Alana had her GI follow-up yesterday afternoon. Back in August she had a million labs and stool samples done and though the nurse called when the results came in (they were all negative) we were still supposed to go back and follow-up with the doctor. I assumed it would be a "yep, everything is fine...have a good day" kind of appointment but I was wrong.

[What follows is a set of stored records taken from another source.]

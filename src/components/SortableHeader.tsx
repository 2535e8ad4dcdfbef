import { flexRender, type Header } from '@tanstack/react-table';

type Props<Row> = { header: Header<Row, unknown>; sortable: boolean; className?: string };

/** A table header cell that sorts by its column when clicked, and says so to screen readers. */
export default function SortableHeader<Row>({ header, sortable, className = '' }: Props<Row>) {
  const sort = header.column.getIsSorted();
  const label = flexRender(header.column.columnDef.header, header.getContext());
  return (
    <th scope="col" className={`px-2 py-2 font-medium text-ink-soft ${className}`} aria-sort={sort === 'asc' ? 'ascending' : sort === 'desc' ? 'descending' : undefined}>
      {sortable ? (
        <button type="button" className="inline-flex items-center gap-1 hover:text-ink" onClick={header.column.getToggleSortingHandler()}>
          {label}
          <span aria-hidden="true" className="w-3 text-ember">{sort === 'asc' ? '↑' : sort === 'desc' ? '↓' : ''}</span>
        </button>
      ) : (
        label
      )}
    </th>
  );
}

Because all of the labs came back normal the doctor was actually more concerned. She said she was expecting to see some sort of vitamin deficiency or at the very least an abnormally high metabolism. She actually said that Alana's chart was haunting her and she really felt that something was wrong but the tests just weren't proving it. Before this appointment I had finally made peace with the fact that she was abnormally small, but the things she was telling me had my stomach churning all over again. Basically she told me that we don't have a small family (I'm 5'9 and hubby is 6'3), Alana eats a ton of high-calorie foods, and there has to be some reason that she isn't growing or gaining weight. According to their scales she has lost weight since her first appointment there almost two years ago. It was then that she came out with the "failure to thrive" diagnosis. That hurt. I can't really explain it but that is so crushing to hear as a parent. Alana was diagnosed as FTT as an infant and now it seems we're back to square one. She also hinted that her hair loss could be related to the FTT and not ringworm at all (we still don't have those results back yet).
She explained that there are 2 more tests she'd like to do. If these come back negative she wants to watch Alana very carefully and advised us to see an endocrinologist as well. The first was a Prometheus Lab to test for IBD. If you've never had a Prometheus Lab that is an interesting experience, lol. I was given a box that I had to sign for because the shipping alone was $70. Then I had to play phone tag between my poor hubby who was at work, the insurance company (they won't talk to me because I am not on the policy), and Prometheus. I had to make sure they would cover this lab because it is ridiculously expensive. So while this is going on I'm sitting outside the hospital on a bench with this goofy overpriced box. Finally I got the word that it was approved and we headed upstairs to have the blood drawn. Alana was a trooper (and behaves really well when bribed! lol) and didn't even cry. At this point though we're all tired and cranky and head outside to the parking garage but there are roaring sirens, tons of smoke, and firefighters all geared up and running toward the garage. Apparently a car was on fire in the garage and we had to wait about 45 minutes until they cleared the garage and we could leave. Always expect the unexpected, lol.
The other test Alana will have done is a sweat test next Tuesday. This is to rule out cystic fibrosis. She's had the genetic testing for it done but apparently that test only picks up the most common mutations and the sweat test is the standard for diagnosing. To be completely honest, the possibility of CF scares me to death. That's all I care to say about that.
So anyway, not what I expected for this appointment. I'm terrified but optimistic. Alana is still struggling with asthma issues daily but I'm waiting to get the results of these tests before hauling her back to the Pulmo. On a positive note, Madison is doing great and is learning to use her inhaler without the spacer, lol. She's beyond proud!